After HP, he continued making strides in the corporate world. He was executive chairman of the Wuthelam Group from 1991 to 2000, guided SingTel’s transformation from statutory board to telco giant in 1993, steered Singapore Airlines through a tumultuous time after the Sept 11, 2001 terrorist attacks on the US, and shepherded DBS through the financial crisis after the Lehman collapse in 2008.
Asked how he holds his own in the corporate jungle, Mr Koh, who is married to a former banker and has four children and one grandchild, says: “I don’t look back. Looking back takes a lot of negative energy. There are bound to be setbacks, ups and downs, betrayals. You just have to move along and move on.”
He believes he is lucky to love what he is doing.
“A lot of people in today’s world decide what they want to do based on what they think they are going to get compensated for. And some of them grow to love the job, which is fine. A lot of them don’t, and then they’re actually not very happy.
“I think that’s a tragedy. Life is too short for that sort of stuff.”
Background story
Mentor’s wise words
“One day, I jokingly asked Bill if I should give up the idea of university and continue working for Arthur Young. He looked at me and said: ‘You are fired. No matter how attractive it is, you have to go to college.’ He did not promise me a job after I completed my studies either. He said if I went back, people would say he favoured me. He told me it was important for me to see what was out there and learn to make it on my own. We became friends for life.”

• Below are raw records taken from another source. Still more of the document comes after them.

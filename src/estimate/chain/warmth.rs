//! The temperatures at which the properties of a case are taken.

/// Mean temperature of every plate, K: what conductivity, gas and radiation are taken at.
#[derive(Clone, Debug, PartialEq)]
pub(in crate::estimate) struct Warmth {
    plates: Vec<f64>,
}

impl Warmth {
    /// The same everywhere, K.
    pub(in crate::estimate) fn uniform(plates: usize, temperature: f64) -> Self {
        Self {
            plates: vec![temperature; plates],
        }
    }

    /// Plates that rise above the sink by so much each, K.
    pub(super) fn above(sink: f64, rises: impl Iterator<Item = f64>) -> Self {
        Self {
            plates: rises.map(|rise| sink + rise).collect(),
        }
    }

    /// Mean of a plate, K.
    pub(in crate::estimate) fn plate(&self, index: usize) -> f64 {
        self.plates[index]
    }

    /// Between two neighbours, K.
    pub(in crate::estimate) fn interface(&self, index: usize) -> f64 {
        0.5 * (self.plates[index] + self.plates[index + 1])
    }

    /// Along the bolts, K.
    pub(super) fn bolts(&self) -> f64 {
        0.5 * (self.plates[0] + self.plates[self.plates.len() - 1])
    }

    /// Largest difference of a plate, relative to its temperature.
    pub(super) fn apart(&self, other: &Self) -> f64 {
        let plates = self.plates.iter().zip(&other.plates);
        plates.map(|(a, b)| (a / b - 1.0).abs()).fold(0.0, f64::max)
    }
}
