//! Bounds of the model form, and what they do to a path.

use crate::{
    estimate::{Chain, Failure, Realisation},
    joint::{Bounds, Engagement, Fastener, Medium},
    resistance::Path,
};

/// What the joint may cost beyond or below the closed-form field and the networks, as factors on
/// what it adds; one bolt in the middle of two discs, in vacuum.
///
/// From 43 reference solutions: the ring network errs by 0 to +10 % (Bi ≤ 1, worst +22 % at
/// Bi 10), a rigid head or stuck faces lower the resistance by 1 to 4 %, the closed-form field
/// moves it by ±1.4 %.
const ROUND_FORM: [f64; 2] = [0.85, 1.03];
/// The same for the plan grid of several bolts in vacuum.
///
/// On two joints solved in three dimensions it read what the joint adds 7 and 11 % high; a tapped
/// far plate raised it by 5 %, rigid heads lowered it by 3 % (judgement on these).
const PLAN_FORM: [f64; 2] = [0.83, 1.05];
/// Upper factor for bare faces in a gas: the cone knows no gap, and the true joint added 1.4 and
/// 1.8 times as much on the same two joints.
const OPEN_GAP: f64 = 1.8;
/// Added to the upper factor where the far plate holds the thread: the cone stands for a head on
/// both faces, and a tapped plate raised the resistance of the reference joints by 4 and 5 %.
const TAPPED: f64 = 0.05;
/// Upper factor for a filled joint, whose layer thickens where the plates part (judgement).
const OPEN_LAYER: f64 = 1.2;
impl Chain<'_> {
    /// Bounds of the model form: of the network, and of what the cone does not know.
    pub(super) fn form_bounds(&self) -> Result<Bounds, Failure> {
        let [low, mut high] = if self.geometry.grid.is_none() {
            ROUND_FORM
        } else {
            PLAN_FORM
        };
        let tapped = |group: &Fastener| !matches!(group.engagement, Engagement::Nut);
        if self.joint.fasteners.iter().any(tapped) {
            high += TAPPED;
        }
        high = if self.joint.filler.is_some() {
            high.max(OPEN_LAYER)
        } else {
            high + (OPEN_GAP - high) * self.gas_share()?
        };
        Ok(Bounds {
            low,
            nominal: 1.0,
            high,
        })
    }

    /// Share of what the gas takes off the joint's resistance, by the cells: 0 in vacuum, near 1
    /// where the gas carries nearly all.
    fn gas_share(&self) -> Result<f64, Failure> {
        if matches!(self.joint.service.medium, Medium::Vacuum) {
            return Ok(0.0);
        }
        let mut conditions = self.conditions(0, &Realisation::default())?;
        let filled = self.geometry.cells.solve(&conditions.load()).added_by_joint;
        let mut interface = conditions.faces.local.interface().clone();
        interface.gas = None;
        conditions.faces.local = interface.prepare();
        let empty = self.geometry.cells.solve(&conditions.load()).added_by_joint;
        let share = 1.0 - filled / empty;
        Ok(if share.is_finite() {
            share.clamp(0.0, 1.0)
        } else {
            1.0
        })
    }
}

/// The path with the model form applied to what the joint adds.
pub(super) fn with_form(path: Path, form: f64) -> Path {
    let added = path.added_by_joint * form;
    let moved = added - path.added_by_joint;
    Path {
        added_by_joint: added,
        source_to_sink: path.source_to_sink + moved,
        hottest: path.hottest + moved,
        interface_drop: path.interface_drop * form,
        node_to_node: path.node_to_node + moved,
        ..path
    }
}
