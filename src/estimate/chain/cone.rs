//! The chain on closed forms and networks: cones, ring sums, plan grid.

use std::{borrow::Cow, sync::Arc};

use crate::{
    diagnostic::Caution,
    estimate::{
        Chain, Failure, PressureResult, Realisation, RingRow,
        chain::{conditions::Conditions, form::with_form, geometry::Geometry, levels::Level},
    },
    joint::{Bounds, Joint},
    pressure::{Cone, Pair},
    resistance::{Cells, Path},
};

/// The closed-form field on networks.
#[derive(Clone, Debug)]
pub(super) struct ConeModel {
    /// Shared with the chains of other torques.
    pub(super) geometry: Arc<Geometry>,
    /// What the plan grid makes of the cells' answer, for each case; none without a grid.
    levels: Vec<Level>,
    /// Model form, as a factor on what the joint adds.
    form: Bounds,
}

impl ConeModel {
    pub(super) fn new(joint: &Joint) -> Result<Self, Failure> {
        Ok(Self {
            geometry: Arc::new(Geometry::new(joint)?),
            levels: Vec::new(),
            form: Bounds::exact(1.0),
        })
    }

    /// The same plates with calibration and model form for the forces and the medium of a chain.
    pub(super) fn levelled(&self, chain: &Chain) -> Result<Self, Failure> {
        Ok(Self {
            levels: self.calibrated(chain, &self.levels)?,
            form: self.form_bounds(chain)?,
            geometry: self.geometry.clone(),
        })
    }

    pub(super) fn cells(&self) -> &Cells {
        &self.geometry.cells
    }

    pub(super) fn cones(&self) -> &[Cone] {
        &self.geometry.cones
    }

    /// The path of a case at one realisation, model form applied.
    pub(super) fn path(&self, case: usize, conditions: &Conditions, at: &Realisation) -> Path {
        let solved = self.cells().solve(&self.clamped(conditions).load());
        let mut path = match self.levels.get(case) {
            Some(level) => level.calibration.applied(solved),
            None => solved,
        };
        if !self.all_clamp(conditions) {
            let known = std::mem::take(&mut path.contact_per_bolt);
            path.contact_per_bolt = vec![0.0; conditions.forces.len()];
            for (bolt, contact) in self.geometry.clamping.iter().zip(known) {
                path.contact_per_bolt[*bolt] = contact;
            }
        }
        with_form(path, self.form.at(at.field))
    }

    fn all_clamp(&self, conditions: &Conditions) -> bool {
        self.geometry.clamping.len() == conditions.forces.len()
    }

    /// Conditions as the networks take them: those of the bolts that are there.
    pub(super) fn clamped<'a>(&self, conditions: &'a Conditions) -> Cow<'a, Conditions> {
        if self.all_clamp(conditions) {
            return Cow::Borrowed(conditions);
        }
        Cow::Owned(Conditions {
            forces: self.clamping(&conditions.forces),
            shanks: self.clamping(&conditions.shanks),
            ..conditions.clone()
        })
    }

    /// Values of the bolts that are there, of the values of all.
    pub(super) fn clamping(&self, values: &[f64]) -> Vec<f64> {
        let clamping = self.geometry.clamping.iter();
        clamping.map(|bolt| values[*bolt]).collect()
    }

    /// Place among the bolts that are there; none for one that is missing.
    fn place(&self, bolt: usize) -> Option<usize> {
        self.geometry.clamping.binary_search(&bolt).ok()
    }

    /// Radius where the contact of a bolt ends, m; 0 where the bolt is missing.
    pub(super) fn contact_radius(&self, bolt: usize) -> f64 {
        self.place(bolt)
            .map_or(0.0, |place| self.cones()[place].contact_radius)
    }

    /// The rings around a bolt; none where it is missing.
    pub(super) fn rings(&self, conditions: &Conditions, bolt: usize) -> Vec<RingRow> {
        let clamped = self.clamped(conditions);
        self.place(bolt)
            .map_or_else(Vec::new, |place| self.cells().rings(&clamped.load(), place))
    }

    /// The pressure field under the forces of the bolts, N.
    pub(super) fn pressure(&self, forces: &[f64]) -> PressureResult {
        let cells = self.cells();
        let forces = &self.clamping(forces);
        PressureResult {
            peak: cells.peak_pressure(forces),
            contact_area: cells.contact_area(),
            radius_95: cells.radius_holding(0.95, forces),
            force: cells.force_carried(forces),
            gap_max: None,
            gap_mean: None,
            solved: None,
        }
    }

    /// Cautions of the closed form that do not depend on the force, each once.
    pub(super) fn cautions(&self) -> Vec<Caution> {
        let mut found: Vec<Caution> = Vec::new();
        for caution in self.geometry.pairs.iter().filter_map(Pair::caution) {
            if !found.contains(&caution) {
                found.push(caution);
            }
        }
        found
    }
}
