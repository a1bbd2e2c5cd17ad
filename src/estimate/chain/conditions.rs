//! What heat meets in a joint at one realisation: forces, faces, conductivities.

use serde_json::{Value, json};

use crate::{
    conductance::{Curve, Local},
    estimate::{
        Chain, Failure, Realisation,
        chain::{Model, Warmth},
        forces::Group,
        surfaces::{Conducting, Facets},
    },
    joint::{LawLoad, MeasuredKind, Tightening},
    resistance::Load,
};

/// Length of bolt in the head and in the nut through which heat enters and leaves, in diameters.
///
/// Source: the substitution lengths of VDI 2230 for stiffness, 0.5 d and 0.4 d, from memory; heat
/// takes the same shape of path (judgement).
const SHANK_ENDS: f64 = 0.9;

/// What heat meets in a joint: forces, faces, conductivities.
#[derive(Clone, Debug)]
pub struct Conditions {
    /// Clamp force of each bolt in service, N.
    pub forces: Vec<f64>,
    /// The faces of each interface, from warm to cold: local conductance against pressure.
    pub faces: Vec<Faces>,
    /// Mean temperature of the sink surface, K.
    pub temperature: f64,
    /// Conductivity of each plate, W/(m K); in the plane where that through a plate differs.
    pub conductivity: Vec<f64>,
    /// Conductance of each shank, W/K.
    pub shanks: Vec<f64>,
}

impl Conditions {
    /// The same as the networks take it, which know two plates.
    pub fn load(&self) -> Load<'_, impl Fn(f64) -> f64> {
        Load {
            conductance: |pressure: f64| self.faces[0].conductance(pressure),
            conductivity: [
                self.conductivity[0],
                self.conductivity[self.conductivity.len() - 1],
            ],
            forces: &self.forces,
            shanks: &self.shanks,
        }
    }
}

/// The faces of an interface at one realisation.
#[derive(Clone, Debug)]
pub struct Faces {
    /// The laws.
    pub local: Local,
    /// Measured W/K per bolt as conductance over pressure, W/(m² K Pa), where a force law is given.
    pub per_pascal: Option<f64>,
}

impl Faces {
    /// Local conductance at a pressure, W/(m² K); 0 Pa is the open gap.
    pub fn conductance(&self, pressure: f64) -> f64 {
        match self.per_pascal {
            Some(factor) => factor * pressure + self.local.total(0.0),
            None => self.local.total(pressure),
        }
    }

    /// The same faces when nothing presses them: what they conduct without pressure, at any.
    pub(super) fn unpressed(&self) -> Self {
        Self {
            per_pascal: Some(0.0),
            ..self.clone()
        }
    }

    /// The same for many points up to a pressure, from a table of the law where it has no corner.
    pub fn over_many_points(&self, highest_pressure: f64) -> impl Fn(f64) -> f64 {
        let curve = match self.per_pascal {
            Some(_) => None,
            None => Curve::up_to(&self.local, highest_pressure),
        };
        move |pressure| match &curve {
            Some(curve) => curve.total(pressure),
            None => self.conductance(pressure),
        }
    }
}

/// What heat may meet in one case: everything looked up that no draw moves.
#[derive(Clone, Debug)]
pub(super) struct Outlook<'a> {
    chain: &'a Chain<'a>,
    case: usize,
    facets: Vec<Facets>,
    conducting: Vec<Conducting>,
    shanks: Vec<f64>,
    force_law: Option<ForceLaw>,
}

/// A measured law of the conductance of a bolt over its force, at the temperature of a case.
#[derive(Clone, Debug)]
struct ForceLaw {
    /// Conductance of a bolt under its reference force, W/K.
    conductance: f64,
    exponent: f64,
    /// Reference force of every bolt, N.
    references: Vec<f64>,
}

impl ForceLaw {
    /// As a local conductance over pressure, W/(m² K Pa).
    ///
    /// ```text
    /// h = p Σ G(F)/Σ F,   G = G₀ (F/F₀)ⁿ (T/T₀)ᵐ   so that ∫ h dA = Σ G, since ∫ p dA = Σ F
    /// ```
    fn per_pascal(&self, forces: &[f64]) -> f64 {
        let bolts = forces.iter().zip(&self.references);
        let whole: f64 = bolts
            .map(|(force, reference)| self.conductance * (force / reference).powf(self.exponent))
            .sum();
        let carried: f64 = forces.iter().sum();
        if carried > 0.0 { whole / carried } else { 0.0 }
    }
}

impl<'a> Outlook<'a> {
    /// A case with plates of known temperature.
    pub(super) fn of(chain: &'a Chain, case: usize, warmth: &Warmth) -> Result<Self, Failure> {
        let joint = chain.joint();
        let facets = (0..joint.interfaces())
            .map(|index| {
                let facets = Facets::of(joint, (index, warmth.interface(index)))?;
                // Only a solved field knows how a layer is pressed.
                let pressed = joint.filler(index).filter(|_| chain.knows_the_gap());
                Ok(facets.pressed(pressed.and_then(|filler| filler.modulus)))
            })
            .collect::<Result<Vec<Facets>, Failure>>()?;
        let plates = joint.plates.iter().enumerate();
        let conducting = plates
            .map(|(index, plate)| Conducting::of(plate, warmth.plate(index)))
            .collect::<Result<Vec<Conducting>, Failure>>()?;
        Ok(Self {
            chain,
            case,
            facets,
            conducting,
            shanks: chain.shanks(warmth.bolts())?,
            force_law: chain.force_law(case),
        })
    }

    /// What moves with a draw, as data: faces, plates, and the losses of every group at the whole
    /// share of the guide values, as forces of a bolt without springs.
    pub(super) fn tables(&self) -> Value {
        let joint = self.chain.joint();
        let losses = |(_, group): (_, &Group)| {
            let losses = group.losses(joint, self.case, &Realisation::losing(1.0));
            let compliance = group.elasticity.compliance;
            let force = |length: f64| length / (compliance.bolt + compliance.plates);
            json!({
                "settling": force(losses.settling),
                "relaxation": losses.relaxation,
                "interaction": losses.interaction,
                "temperature": force(losses.growth),
            })
        };
        let plates = self.conducting.iter().map(Conducting::table);
        json!({
            "faces": self.facets.iter().map(Facets::table).collect::<Vec<Value>>(),
            "plates": plates.collect::<Vec<Value>>(),
            "losses": self.chain.groups().map(losses).collect::<Vec<Value>>(),
        })
    }

    /// What heat meets at a realisation.
    pub(super) fn at(&self, at: &Realisation) -> Conditions {
        let mut found = Conditions {
            forces: Vec::new(),
            faces: Vec::new(),
            temperature: self.chain.joint().service.cases[self.case].temperature,
            conductivity: Vec::new(),
            shanks: self.shanks.clone(),
        };
        self.put(at, &mut found);
        found
    }

    /// Puts forces, faces and conductivities of a realisation in place of others of this case.
    pub(super) fn put(&self, at: &Realisation, conditions: &mut Conditions) {
        let chain = self.chain;
        let joint = chain.joint();
        let forces = &mut conditions.forces;
        chain.put_service_forces((self.case, at), forces);
        let law = self.force_law.as_ref().map(|law| law.per_pascal(forces));
        conditions.faces.clear();
        conditions.faces.extend(self.facets.iter().map(|facets| {
            let interface = facets.at(joint, at);
            let per_pascal = law.map(|law| law * interface.solid_factor);
            Faces {
                local: interface.into_local(),
                per_pascal,
            }
        }));
        conditions.conductivity.clear();
        let plates = self.conducting.iter().enumerate();
        conditions.conductivity.extend(
            plates.map(|(plate, conducting)| conducting.at(at.conductivity_of(joint, plate))),
        );
    }
}

impl Conditions {
    /// The same without gas in the gaps; none where there is none.
    pub(super) fn without_gas(&self) -> Option<Self> {
        let mut empty = self.clone();
        let mut any = false;
        for faces in &mut empty.faces {
            let mut interface = faces.local.interface().clone();
            any |= interface.gas.take().is_some();
            faces.local = interface.prepare();
        }
        any.then_some(empty)
    }
}

impl Chain<'_> {
    /// Forces, faces and conductivities of one case at one realisation: all that heat meets.
    ///
    /// Properties are those at the mean temperatures of the plates in the nominal state, where these
    /// are solved and the heat is stated; else those at the sink.
    pub(super) fn conditions(&self, case: usize, at: &Realisation) -> Result<Conditions, Failure> {
        match &self.model {
            Model::Cone(_) => self.conditions_at(case, &self.cold(case), at),
            Model::Elastic(model) => self.conditions_at(case, model.warmth(self, case)?, at),
        }
    }

    /// All plates as cold as the sink.
    pub(super) fn cold(&self, case: usize) -> Warmth {
        let joint = self.joint();
        Warmth::uniform(joint.plates.len(), joint.service.cases[case].temperature)
    }

    /// What heat meets in one case at nominal, all plates as cold as the sink; nothing is solved.
    pub fn cold_conditions(&self, case: usize) -> Result<Conditions, Failure> {
        self.conditions_at(case, &self.cold(case), &Realisation::default())
    }

    /// The same with plates of known temperature.
    pub(super) fn conditions_at(
        &self,
        case: usize,
        warmth: &Warmth,
        at: &Realisation,
    ) -> Result<Conditions, Failure> {
        Ok(Outlook::of(self, case, warmth)?.at(at))
    }

    /// Puts the clamp force of every bolt in service at one realisation, N.
    fn put_service_forces(&self, (case, at): (usize, &Realisation), forces: &mut Vec<f64>) {
        let joint = self.joint();
        forces.clear();
        for (fastener, group) in self.groups() {
            let force = |bolt| group.service_force((joint, fastener), bolt, (case, at));
            if at.bolts.is_empty() {
                forces.extend(std::iter::repeat_n(force(None), fastener.places.len()));
            } else {
                let first = forces.len();
                let bolts = first..first + fastener.places.len();
                forces.extend(bolts.map(|bolt| force(Some(bolt))));
            }
        }
        self.vacate(forces);
    }

    /// Measured W/K per bolt at the temperature of a case; none where no such law is stated.
    fn force_law(&self, case: usize) -> Option<ForceLaw> {
        let MeasuredKind::ForceLaw {
            conductance,
            load,
            force_exponent,
            temperature: reference,
            temperature_exponent,
        } = self.joint.measured.as_ref()?.kind
        else {
            return None;
        };
        let temperature = self.joint.service.cases[case].temperature;
        Some(ForceLaw {
            conductance: conductance * (temperature / reference).powf(temperature_exponent),
            exponent: force_exponent,
            references: match load {
                LawLoad::Force(force) => vec![force; self.group_of.len()],
                LawLoad::Torque(torque) => self.forces_at_torque(case, torque),
            },
        })
    }

    /// Force in service of every bolt at nominal, N, times the torque of a measurement over that stated: a
    /// law of wrench torque, in which running torque and losses count alike.
    fn forces_at_torque(&self, case: usize, torque: f64) -> Vec<f64> {
        let nominal = self.nominal_forces(case, self.joint());
        let stated = self.group_of.iter().map(|group| {
            match &self.joint().fasteners[*group].tightening {
                Tightening::Torque(stated) => stated.torque,
                // The reader refuses such a law beside a preload.
                Tightening::Preload(_) => torque,
            }
        });
        nominal
            .iter()
            .zip(stated)
            .map(|(force, stated)| force * torque / stated)
            .collect()
    }

    /// Conductance of each bolt's shank from head to nut, W/K.
    ///
    /// ```text
    /// 1/G = (l_K + 0.9 d)/(k A_s) + n t/(k_w A_w)
    /// ```
    ///
    /// | symbol | quantity | SI unit | field |
    /// |---|---|---|---|
    /// | `k`, `A_s` | conductivity of the bolt, stress area | W/(m K), m² | `grade`, `thread` |
    /// | `l_K` | grip, all washers included | m | |
    /// | `d` | nominal diameter | m | `thread` |
    /// | `n t`, `k_w` | height and conductivity of isolating washers | m, W/(m K) | `isolating` |
    /// | `A_w` | annulus under the head | m² | `head_seat` |
    ///
    /// The contacts under head and nut conduct far better than the shank and are left out; those on
    /// isolating washers would isolate more. A bush touches no shank that stands free in its hole.
    /// Checked: `isolating_washers_stand_in_series_with_the_shank`.
    fn shanks(&self, temperature: f64) -> Result<Vec<f64>, Failure> {
        let by_group = self
            .joint
            .fasteners
            .iter()
            .zip(&self.groups)
            .map(|(fastener, group)| {
                if !fastener.shank_path {
                    return Ok(0.0);
                }
                let conductivity = fastener
                    .grade
                    .conductivity_at(temperature)
                    .map_err(|fault| Failure::Cold(fault.to_string()))?;
                let thread = &fastener.thread;
                let length = group.stack.grip + SHANK_ENDS * thread.diameter;
                let mut resistance = length / (conductivity * thread.stress_area);
                if let Some(washers) = &fastener.isolating {
                    let own = washers
                        .material
                        .conductivity_at(temperature)
                        .map_err(|fault| Failure::Cold(fault.to_string()))?;
                    let conducts = own * washers.material.through_ratio();
                    resistance += washers.height() / (conducts * fastener.head_seat.area());
                }
                Ok(resistance.recip())
            })
            .collect::<Result<Vec<f64>, Failure>>()?;
        Ok(self.of_bolts(&by_group))
    }
}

MR KOH BOON HWEE on his mentor William Schroeder, who died a couple of years ago
Don’t try to keep up with the Joneses
“We shouldn’t get caught up with wanting to make sure that whatever we do in life, we want to have the approval and adulation of other people. There is always someone better. If you are famous, there is someone more famous, with a bigger Twitter following. If you are good-looking, there will be someone better-looking. You will never be happy. The important thing is to be happy with what you have. If you wake up every day measuring and comparing, life can’t be much fun.”